For the material that follows, state the number of lines where "inputTransform" occurs, and add nothing.

Segment Open

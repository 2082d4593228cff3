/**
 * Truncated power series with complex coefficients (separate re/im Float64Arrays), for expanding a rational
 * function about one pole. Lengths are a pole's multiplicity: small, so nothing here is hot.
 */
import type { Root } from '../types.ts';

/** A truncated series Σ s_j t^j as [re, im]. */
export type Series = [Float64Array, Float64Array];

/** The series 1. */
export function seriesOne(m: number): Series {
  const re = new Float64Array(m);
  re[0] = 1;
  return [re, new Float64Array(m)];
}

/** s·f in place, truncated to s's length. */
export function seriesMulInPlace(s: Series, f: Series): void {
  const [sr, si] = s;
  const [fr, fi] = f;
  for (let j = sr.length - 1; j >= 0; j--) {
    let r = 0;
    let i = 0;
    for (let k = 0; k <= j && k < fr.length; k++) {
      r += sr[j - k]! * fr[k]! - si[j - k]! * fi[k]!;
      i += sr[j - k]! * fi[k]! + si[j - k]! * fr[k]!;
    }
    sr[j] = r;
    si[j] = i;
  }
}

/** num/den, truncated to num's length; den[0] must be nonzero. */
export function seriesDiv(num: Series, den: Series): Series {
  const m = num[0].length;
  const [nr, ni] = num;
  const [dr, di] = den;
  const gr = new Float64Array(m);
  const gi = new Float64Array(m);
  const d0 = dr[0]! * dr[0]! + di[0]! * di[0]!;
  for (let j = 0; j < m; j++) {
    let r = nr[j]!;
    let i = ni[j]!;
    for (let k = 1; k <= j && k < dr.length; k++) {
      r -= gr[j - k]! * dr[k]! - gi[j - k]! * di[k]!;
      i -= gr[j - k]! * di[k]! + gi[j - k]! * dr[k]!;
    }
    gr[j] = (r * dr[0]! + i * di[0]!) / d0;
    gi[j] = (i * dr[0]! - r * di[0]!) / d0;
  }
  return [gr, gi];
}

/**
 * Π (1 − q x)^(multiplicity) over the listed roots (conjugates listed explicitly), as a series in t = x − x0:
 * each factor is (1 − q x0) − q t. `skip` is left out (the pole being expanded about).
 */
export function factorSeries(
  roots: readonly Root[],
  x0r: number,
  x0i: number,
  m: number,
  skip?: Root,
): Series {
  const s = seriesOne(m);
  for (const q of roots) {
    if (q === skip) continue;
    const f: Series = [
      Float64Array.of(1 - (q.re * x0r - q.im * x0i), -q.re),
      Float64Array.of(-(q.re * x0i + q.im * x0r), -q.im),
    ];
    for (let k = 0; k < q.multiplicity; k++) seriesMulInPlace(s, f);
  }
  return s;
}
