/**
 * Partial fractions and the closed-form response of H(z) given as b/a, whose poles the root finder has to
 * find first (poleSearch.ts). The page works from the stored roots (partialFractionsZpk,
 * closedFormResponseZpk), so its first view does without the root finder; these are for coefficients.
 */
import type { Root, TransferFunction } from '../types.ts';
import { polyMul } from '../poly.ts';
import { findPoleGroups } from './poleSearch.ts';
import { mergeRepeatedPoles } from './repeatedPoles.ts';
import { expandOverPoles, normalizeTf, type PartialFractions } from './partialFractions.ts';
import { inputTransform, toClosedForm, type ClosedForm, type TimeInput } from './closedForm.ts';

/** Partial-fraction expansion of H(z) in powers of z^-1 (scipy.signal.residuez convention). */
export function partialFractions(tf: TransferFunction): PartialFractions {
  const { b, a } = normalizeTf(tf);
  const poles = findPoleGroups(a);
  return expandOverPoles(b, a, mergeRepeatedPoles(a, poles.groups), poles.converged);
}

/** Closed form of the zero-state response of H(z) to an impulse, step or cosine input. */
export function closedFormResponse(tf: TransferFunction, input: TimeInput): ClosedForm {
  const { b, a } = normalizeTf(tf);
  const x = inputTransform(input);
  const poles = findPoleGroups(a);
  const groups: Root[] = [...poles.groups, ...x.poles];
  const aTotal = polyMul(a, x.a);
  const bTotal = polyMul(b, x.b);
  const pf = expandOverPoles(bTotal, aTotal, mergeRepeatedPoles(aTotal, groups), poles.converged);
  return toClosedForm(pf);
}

Segment Closed

Your solution
2